The Poets Bukowski Admired

Although at times the reader may have the impression that a poet’s work is without influence because of its unity, everything takes shape/is born from something else. There is no expression or pun or metaphor or any kind of written line that hasn’t drew inspiration from somewhere else.

This is also the case of Charles Bukowski. Of course, it is pretty hard to distinguish which poets had a direct influence on him and his work, and which poets were actually just admired. Here are just a few of these poets.

Robinson Jeffers is one of the earliest influences, him being actually the one that inspired Charles Bukowski to write poetry (previously, he only wrote short stories). More than once, Bukowski confessed that Jeffers was his favorite poet.

Ezra Pound is yet another early influence, this poet being the one that convinced Bukowski to move beyond the early 20th century modernism. Bukowski borrowed from Pound the precise and clear language.

The poet said about E. E. Cummings that had an eye for poetry, which means that the latter’s poems were always arranged in such a way to please the eye. Furthermore, Bukowski also confessed that it was a joy in finding new ways in which Cummings placed the words within a poem.

Without a doubt, Walt Whitman influenced almost all the poets that followed after him, in a way or another.
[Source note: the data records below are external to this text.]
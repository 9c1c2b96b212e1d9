import { eq } from 'drizzle-orm';
import { afterAll, beforeAll, describe, expect, it } from 'vitest';
import { db } from '../../server/db/client';
import { alerts, deviations, readings } from '../../server/db/schema';
import { api, startApp, type TestApp } from '../helpers/api';
import { ensureUser, type TestUser } from '../helpers/db';
import {
  createBatch,
  createLot,
  createMaterial,
  createModel,
  createReading,
  createStation,
  createStationReading,
  createStepRun,
  hoursAgo,
  sfx,
} from '../helpers/fixtures';

let app: TestApp;
let admin: TestUser;
let assembler: TestUser;
let quality: TestUser;
beforeAll(async () => {
  app = await startApp();
  [admin, assembler, quality] = await Promise.all([ensureUser(['admin']), ensureUser(['assembler']), ensureUser(['quality'])]);
});
afterAll(() => app.close());
const as = (u?: TestUser) => api(app.baseUrl, u?.token);
const fields = (res: { body: { error: { details: { field: string }[] } } }) => res.body.error.details.map((d) => d.field);
const iso = (msFromNow: number) => new Date(Date.now() + msFromNow).toISOString();

const base = () => ({ code: `CM-${sfx()}`, name: `Cure method test ${sfx()}`, kind: 'adhesive', unit: 'g' });
const ambient = { refTempC: 23, handlingMinutes: 60, fullCureMinutes: 1440 };

describe('cure methods: material validation', () => {
  it('400 naming the field: heat needs a schedule, uv a dose, rhMin below rhMax, fields only for their method', async () => {
    const cases: [Record<string, unknown>, string][] = [
      [{ ...ambient, method: 'heat' }, 'cure.schedule'],
      [{ ...ambient, method: 'heat', schedule: [] }, 'cure.schedule'],
      [{ ...ambient, method: 'heat', schedule: [{ tempC: 120, minutes: 0 }] }, 'cure.schedule.0.minutes'],
      [
        {
          ...ambient,
          method: 'heat',
          schedule: [
            { tempC: 120, minutes: 30 },
            { tempC: 120, minutes: 20 },
          ],
        },
        'cure.schedule.1.tempC',
      ],
      [{ ...ambient, method: 'uv' }, 'cure.uvDoseMJcm2'],
      [{ ...ambient, method: 'uv', uvDoseMJcm2: -5 }, 'cure.uvDoseMJcm2'],
      [{ ...ambient, uvDoseMJcm2: 3000 }, 'cure.uvDoseMJcm2'],
      [{ ...ambient, schedule: [{ tempC: 120, minutes: 30 }] }, 'cure.schedule'],
      [{ ...ambient, method: 'heat', schedule: [{ tempC: 120, minutes: 30 }], minTempC: 10 }, 'cure.minTempC'],
      [{ ...ambient, rhMinPct: 60, rhMaxPct: 40 }, 'cure.rhMaxPct'],
      [{ ...ambient, rhMinPct: 101 }, 'cure.rhMinPct'],
      [{ ...ambient, method: 'microwave' }, 'cure.method'],
    ];
    for (const [cure, field] of cases) {
      const res = await as(admin).post('/api/materials', { ...base(), cure });
      expect(res.status, JSON.stringify(cure)).toBe(400);
      expect(fields(res), JSON.stringify(cure)).toEqual([field]);
    }
  });

  it('keeps each method: ambient by default, ambient with a minimum, heat schedule, uv dose, humidity window', async () => {
    const plain = await as(admin).post('/api/materials', { ...base(), cure: ambient });
    expect(plain.status).toBe(201);
    expect(plain.body.cure).toMatchObject({ method: 'ambient' });
    const heat = {
      ...ambient,
      method: 'heat',
      schedule: [
        { tempC: 120, minutes: 30 },
        { tempC: 150, minutes: 15 },
      ],
    };
    const h = await as(admin).post('/api/materials', { ...base(), cure: heat });
    expect(h.status).toBe(201);
    expect(h.body.cure).toMatchObject(heat);
    const uv = await as(admin).post('/api/materials', { ...base(), cure: { ...ambient, method: 'uv', uvDoseMJcm2: 3000 } });
    expect(uv.status).toBe(201);
    expect(uv.body.cure).toMatchObject({ method: 'uv', uvDoseMJcm2: 3000 });
    const ca = await as(admin).post('/api/materials', { ...base(), cure: { ...ambient, minTempC: 10, rhMinPct: 40, rhMaxPct: 60 } });
    expect(ca.status).toBe(201);
    expect(ca.body.cure).toMatchObject({ method: 'ambient', minTempC: 10, rhMinPct: 40, rhMaxPct: 60 });
  });
});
His influence on Bukowski was so great that, at a time, John Martin, Bukowski’s publisher, called the latter the Walt Whitman of our day.

Pablo Neruda also bore a great influence on Charles Bukowski’s works, by showing the world that even the most direct and clearest style could also harbor new and unique meanings.

A rather unusual addition to this list is Catullus, the ancient Roman poet: his humor, his way with obscenities, his love for a bohemian lifestyle and direct language seem very modern and Bukowski-like.

Obviously, Charles Bukowski was also influenced by the beat generation, particularly by the way these poets approached the taboo subjects. Although it is known that Bukowski didn’t have any good words for Ginsberg (everybody knows that after Howl you never wrote anything worth a shit), he did admire Jack Kerouac and William Burroughs.